**Provided records**
·····

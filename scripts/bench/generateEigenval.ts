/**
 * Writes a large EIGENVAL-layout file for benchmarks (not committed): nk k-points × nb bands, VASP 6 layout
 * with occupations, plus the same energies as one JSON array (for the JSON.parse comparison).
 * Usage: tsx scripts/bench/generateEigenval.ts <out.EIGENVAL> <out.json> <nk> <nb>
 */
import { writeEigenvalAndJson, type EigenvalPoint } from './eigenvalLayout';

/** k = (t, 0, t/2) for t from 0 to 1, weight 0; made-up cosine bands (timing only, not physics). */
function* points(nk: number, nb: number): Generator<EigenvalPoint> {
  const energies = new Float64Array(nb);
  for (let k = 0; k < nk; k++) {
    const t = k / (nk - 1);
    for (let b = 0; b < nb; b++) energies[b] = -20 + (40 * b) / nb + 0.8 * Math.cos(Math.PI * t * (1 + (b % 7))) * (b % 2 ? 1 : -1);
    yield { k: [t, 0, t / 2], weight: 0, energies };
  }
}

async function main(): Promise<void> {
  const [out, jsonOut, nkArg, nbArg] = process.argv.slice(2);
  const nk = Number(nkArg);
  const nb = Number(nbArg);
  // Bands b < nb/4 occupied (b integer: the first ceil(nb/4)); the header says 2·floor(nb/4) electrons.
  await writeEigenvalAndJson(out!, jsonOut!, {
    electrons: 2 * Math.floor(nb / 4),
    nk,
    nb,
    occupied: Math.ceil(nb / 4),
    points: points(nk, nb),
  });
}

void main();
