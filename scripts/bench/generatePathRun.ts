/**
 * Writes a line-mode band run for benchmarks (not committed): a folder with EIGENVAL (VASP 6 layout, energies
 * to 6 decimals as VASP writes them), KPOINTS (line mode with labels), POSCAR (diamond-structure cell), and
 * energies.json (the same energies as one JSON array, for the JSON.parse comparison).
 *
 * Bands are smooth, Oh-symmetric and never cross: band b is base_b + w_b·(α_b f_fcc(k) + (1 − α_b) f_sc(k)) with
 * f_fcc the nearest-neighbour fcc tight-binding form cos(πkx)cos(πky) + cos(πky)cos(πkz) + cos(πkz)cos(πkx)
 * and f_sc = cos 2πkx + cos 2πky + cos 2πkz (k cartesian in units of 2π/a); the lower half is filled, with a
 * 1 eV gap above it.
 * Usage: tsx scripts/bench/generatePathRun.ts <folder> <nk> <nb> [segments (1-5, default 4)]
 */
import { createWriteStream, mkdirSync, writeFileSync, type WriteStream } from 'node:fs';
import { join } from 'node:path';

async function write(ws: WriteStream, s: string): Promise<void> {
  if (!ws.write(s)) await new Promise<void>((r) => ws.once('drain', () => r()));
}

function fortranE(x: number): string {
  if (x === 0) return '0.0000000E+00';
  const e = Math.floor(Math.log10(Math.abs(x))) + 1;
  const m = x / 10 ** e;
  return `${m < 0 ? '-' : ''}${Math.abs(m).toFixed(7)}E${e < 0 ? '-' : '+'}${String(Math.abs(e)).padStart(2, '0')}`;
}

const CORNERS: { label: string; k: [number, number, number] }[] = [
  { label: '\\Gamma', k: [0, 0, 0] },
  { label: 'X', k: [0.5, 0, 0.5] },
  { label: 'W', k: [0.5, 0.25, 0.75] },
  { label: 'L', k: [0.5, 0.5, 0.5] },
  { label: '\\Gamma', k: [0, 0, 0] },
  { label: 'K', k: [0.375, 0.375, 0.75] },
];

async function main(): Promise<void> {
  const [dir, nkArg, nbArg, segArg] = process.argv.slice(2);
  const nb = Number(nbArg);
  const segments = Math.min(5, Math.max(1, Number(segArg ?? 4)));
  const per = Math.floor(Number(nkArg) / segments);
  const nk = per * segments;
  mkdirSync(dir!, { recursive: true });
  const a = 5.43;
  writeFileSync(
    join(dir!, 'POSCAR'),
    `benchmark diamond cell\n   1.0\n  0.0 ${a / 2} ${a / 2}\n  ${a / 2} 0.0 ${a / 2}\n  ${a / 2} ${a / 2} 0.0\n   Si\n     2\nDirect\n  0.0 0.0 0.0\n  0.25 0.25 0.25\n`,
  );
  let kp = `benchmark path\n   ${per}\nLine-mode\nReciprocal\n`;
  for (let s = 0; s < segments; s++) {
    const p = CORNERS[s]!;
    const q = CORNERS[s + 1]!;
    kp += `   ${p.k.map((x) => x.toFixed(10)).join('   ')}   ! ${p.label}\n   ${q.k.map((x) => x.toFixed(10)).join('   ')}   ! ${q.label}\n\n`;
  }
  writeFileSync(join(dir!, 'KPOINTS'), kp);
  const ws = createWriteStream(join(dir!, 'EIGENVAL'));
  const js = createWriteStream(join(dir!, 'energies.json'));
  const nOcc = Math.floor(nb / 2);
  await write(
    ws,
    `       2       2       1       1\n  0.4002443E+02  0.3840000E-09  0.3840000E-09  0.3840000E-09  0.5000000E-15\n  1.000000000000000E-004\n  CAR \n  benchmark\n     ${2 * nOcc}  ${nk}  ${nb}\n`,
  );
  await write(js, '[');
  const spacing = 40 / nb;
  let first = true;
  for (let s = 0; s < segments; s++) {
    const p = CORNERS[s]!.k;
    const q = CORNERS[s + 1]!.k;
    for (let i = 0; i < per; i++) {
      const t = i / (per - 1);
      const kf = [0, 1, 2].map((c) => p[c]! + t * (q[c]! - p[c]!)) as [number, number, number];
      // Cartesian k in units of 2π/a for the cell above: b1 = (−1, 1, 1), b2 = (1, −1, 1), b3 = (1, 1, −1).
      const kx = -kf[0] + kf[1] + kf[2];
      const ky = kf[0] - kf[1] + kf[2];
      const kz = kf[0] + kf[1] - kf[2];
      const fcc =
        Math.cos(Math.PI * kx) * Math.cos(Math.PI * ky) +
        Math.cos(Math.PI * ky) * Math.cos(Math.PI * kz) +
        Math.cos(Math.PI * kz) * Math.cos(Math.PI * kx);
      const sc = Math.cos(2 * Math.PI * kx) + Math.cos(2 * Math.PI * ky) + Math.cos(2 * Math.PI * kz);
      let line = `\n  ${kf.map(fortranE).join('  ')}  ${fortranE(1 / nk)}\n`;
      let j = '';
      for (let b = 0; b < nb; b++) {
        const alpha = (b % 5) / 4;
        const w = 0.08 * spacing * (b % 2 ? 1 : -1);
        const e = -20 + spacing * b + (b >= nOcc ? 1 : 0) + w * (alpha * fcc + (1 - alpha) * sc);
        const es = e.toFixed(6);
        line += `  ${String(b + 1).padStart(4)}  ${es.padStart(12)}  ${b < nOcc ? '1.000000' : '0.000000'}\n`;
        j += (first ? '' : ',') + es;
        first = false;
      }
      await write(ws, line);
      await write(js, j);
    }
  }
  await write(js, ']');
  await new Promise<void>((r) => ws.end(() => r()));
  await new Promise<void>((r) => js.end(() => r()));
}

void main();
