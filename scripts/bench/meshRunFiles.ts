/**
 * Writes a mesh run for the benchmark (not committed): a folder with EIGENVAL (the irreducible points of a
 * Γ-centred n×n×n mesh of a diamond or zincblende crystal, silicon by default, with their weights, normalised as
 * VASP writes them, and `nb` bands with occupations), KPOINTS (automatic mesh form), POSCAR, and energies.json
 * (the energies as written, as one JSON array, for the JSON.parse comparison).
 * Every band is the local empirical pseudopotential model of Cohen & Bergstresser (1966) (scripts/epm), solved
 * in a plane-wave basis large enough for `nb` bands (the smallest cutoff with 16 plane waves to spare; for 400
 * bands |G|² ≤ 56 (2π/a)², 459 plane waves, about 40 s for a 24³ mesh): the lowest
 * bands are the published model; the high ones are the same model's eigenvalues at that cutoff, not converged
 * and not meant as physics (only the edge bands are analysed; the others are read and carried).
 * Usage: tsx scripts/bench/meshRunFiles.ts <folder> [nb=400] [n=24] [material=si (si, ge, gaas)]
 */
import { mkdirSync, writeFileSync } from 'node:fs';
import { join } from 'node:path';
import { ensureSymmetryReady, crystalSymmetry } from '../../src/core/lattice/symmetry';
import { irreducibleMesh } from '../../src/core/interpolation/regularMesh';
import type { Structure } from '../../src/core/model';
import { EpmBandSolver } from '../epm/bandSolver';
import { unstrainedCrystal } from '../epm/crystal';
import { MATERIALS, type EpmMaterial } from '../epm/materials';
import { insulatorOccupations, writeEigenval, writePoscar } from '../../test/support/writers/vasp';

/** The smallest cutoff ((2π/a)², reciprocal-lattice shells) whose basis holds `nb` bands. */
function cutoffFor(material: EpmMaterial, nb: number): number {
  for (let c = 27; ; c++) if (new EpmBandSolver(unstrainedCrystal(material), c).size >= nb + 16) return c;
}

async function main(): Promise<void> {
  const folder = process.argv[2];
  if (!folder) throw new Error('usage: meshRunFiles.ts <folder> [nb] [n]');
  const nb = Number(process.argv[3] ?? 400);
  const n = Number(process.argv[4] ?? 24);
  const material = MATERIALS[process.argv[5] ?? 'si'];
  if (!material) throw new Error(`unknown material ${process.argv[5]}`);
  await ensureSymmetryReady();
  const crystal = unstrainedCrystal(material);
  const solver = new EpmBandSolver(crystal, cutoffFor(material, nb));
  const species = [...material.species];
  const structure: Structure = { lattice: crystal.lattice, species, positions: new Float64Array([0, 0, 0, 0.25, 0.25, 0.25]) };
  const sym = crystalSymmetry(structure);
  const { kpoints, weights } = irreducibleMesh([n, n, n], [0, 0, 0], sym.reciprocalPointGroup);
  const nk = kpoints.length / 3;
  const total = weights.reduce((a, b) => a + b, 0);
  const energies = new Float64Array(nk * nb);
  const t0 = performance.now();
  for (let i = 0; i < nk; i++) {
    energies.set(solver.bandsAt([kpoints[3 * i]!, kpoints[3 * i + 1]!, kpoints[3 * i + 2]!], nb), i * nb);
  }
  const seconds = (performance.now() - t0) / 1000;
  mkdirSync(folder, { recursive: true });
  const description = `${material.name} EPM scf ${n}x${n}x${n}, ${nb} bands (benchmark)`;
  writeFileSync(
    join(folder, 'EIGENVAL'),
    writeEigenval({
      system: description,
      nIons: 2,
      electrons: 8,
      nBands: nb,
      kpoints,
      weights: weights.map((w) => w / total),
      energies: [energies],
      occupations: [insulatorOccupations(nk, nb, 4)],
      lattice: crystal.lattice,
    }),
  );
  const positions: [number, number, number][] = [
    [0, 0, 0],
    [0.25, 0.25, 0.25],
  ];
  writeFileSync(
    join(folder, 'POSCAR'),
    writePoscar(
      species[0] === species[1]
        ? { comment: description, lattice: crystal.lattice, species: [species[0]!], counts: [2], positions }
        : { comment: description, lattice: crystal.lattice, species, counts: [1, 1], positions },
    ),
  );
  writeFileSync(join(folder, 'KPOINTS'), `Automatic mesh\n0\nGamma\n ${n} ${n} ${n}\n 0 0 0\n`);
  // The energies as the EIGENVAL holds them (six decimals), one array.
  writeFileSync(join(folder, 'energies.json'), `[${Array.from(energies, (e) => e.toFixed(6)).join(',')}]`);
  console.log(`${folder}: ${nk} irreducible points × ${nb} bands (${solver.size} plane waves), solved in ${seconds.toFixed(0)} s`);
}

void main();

·····

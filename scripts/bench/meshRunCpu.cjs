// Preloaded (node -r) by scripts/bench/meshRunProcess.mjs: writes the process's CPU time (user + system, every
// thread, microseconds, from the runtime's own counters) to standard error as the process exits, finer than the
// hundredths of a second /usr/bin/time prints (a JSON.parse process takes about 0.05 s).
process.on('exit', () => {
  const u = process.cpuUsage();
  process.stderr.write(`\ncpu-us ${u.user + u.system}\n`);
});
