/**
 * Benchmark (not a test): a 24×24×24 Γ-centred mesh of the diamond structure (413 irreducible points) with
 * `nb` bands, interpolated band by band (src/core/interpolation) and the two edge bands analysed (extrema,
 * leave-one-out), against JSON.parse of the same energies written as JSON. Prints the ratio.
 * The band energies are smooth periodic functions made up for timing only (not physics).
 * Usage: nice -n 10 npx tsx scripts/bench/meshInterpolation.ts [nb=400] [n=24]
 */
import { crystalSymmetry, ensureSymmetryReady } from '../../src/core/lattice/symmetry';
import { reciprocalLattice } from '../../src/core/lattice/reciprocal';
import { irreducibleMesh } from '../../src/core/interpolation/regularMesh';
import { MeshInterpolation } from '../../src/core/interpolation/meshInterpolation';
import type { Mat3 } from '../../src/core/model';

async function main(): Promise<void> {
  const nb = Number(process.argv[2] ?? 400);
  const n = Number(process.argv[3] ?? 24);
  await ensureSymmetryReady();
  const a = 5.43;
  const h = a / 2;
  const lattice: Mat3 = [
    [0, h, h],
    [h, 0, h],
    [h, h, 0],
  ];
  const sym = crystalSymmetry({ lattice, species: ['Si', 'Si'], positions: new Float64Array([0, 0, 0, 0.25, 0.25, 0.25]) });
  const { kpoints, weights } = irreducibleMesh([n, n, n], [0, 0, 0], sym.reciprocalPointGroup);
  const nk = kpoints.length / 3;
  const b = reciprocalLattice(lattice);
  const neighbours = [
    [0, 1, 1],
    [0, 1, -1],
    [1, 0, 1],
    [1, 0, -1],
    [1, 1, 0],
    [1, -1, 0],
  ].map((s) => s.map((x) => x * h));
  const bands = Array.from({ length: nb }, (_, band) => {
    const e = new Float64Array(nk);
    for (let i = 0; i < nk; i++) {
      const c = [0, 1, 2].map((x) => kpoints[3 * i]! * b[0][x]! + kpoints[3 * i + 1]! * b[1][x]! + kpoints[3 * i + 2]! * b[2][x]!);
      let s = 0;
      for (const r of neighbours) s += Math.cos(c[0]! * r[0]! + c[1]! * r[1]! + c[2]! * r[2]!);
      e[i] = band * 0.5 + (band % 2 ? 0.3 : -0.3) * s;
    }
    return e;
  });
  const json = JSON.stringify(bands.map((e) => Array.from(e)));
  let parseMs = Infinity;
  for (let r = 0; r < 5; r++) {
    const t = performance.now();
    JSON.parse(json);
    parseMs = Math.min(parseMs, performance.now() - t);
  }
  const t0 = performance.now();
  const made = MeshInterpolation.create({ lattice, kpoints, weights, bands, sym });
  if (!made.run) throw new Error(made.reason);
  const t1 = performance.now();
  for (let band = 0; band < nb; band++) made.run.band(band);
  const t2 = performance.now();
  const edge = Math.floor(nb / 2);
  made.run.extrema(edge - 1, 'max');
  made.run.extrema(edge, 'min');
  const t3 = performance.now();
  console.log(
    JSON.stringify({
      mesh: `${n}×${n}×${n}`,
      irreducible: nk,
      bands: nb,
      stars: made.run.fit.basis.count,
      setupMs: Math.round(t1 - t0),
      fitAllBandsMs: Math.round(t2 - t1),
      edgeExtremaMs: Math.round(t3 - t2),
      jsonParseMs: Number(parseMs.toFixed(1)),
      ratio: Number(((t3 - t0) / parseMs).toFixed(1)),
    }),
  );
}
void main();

·····

Across the material, how many lines contain "description"? The reply must be that number and nothing else.

**Solution below**
4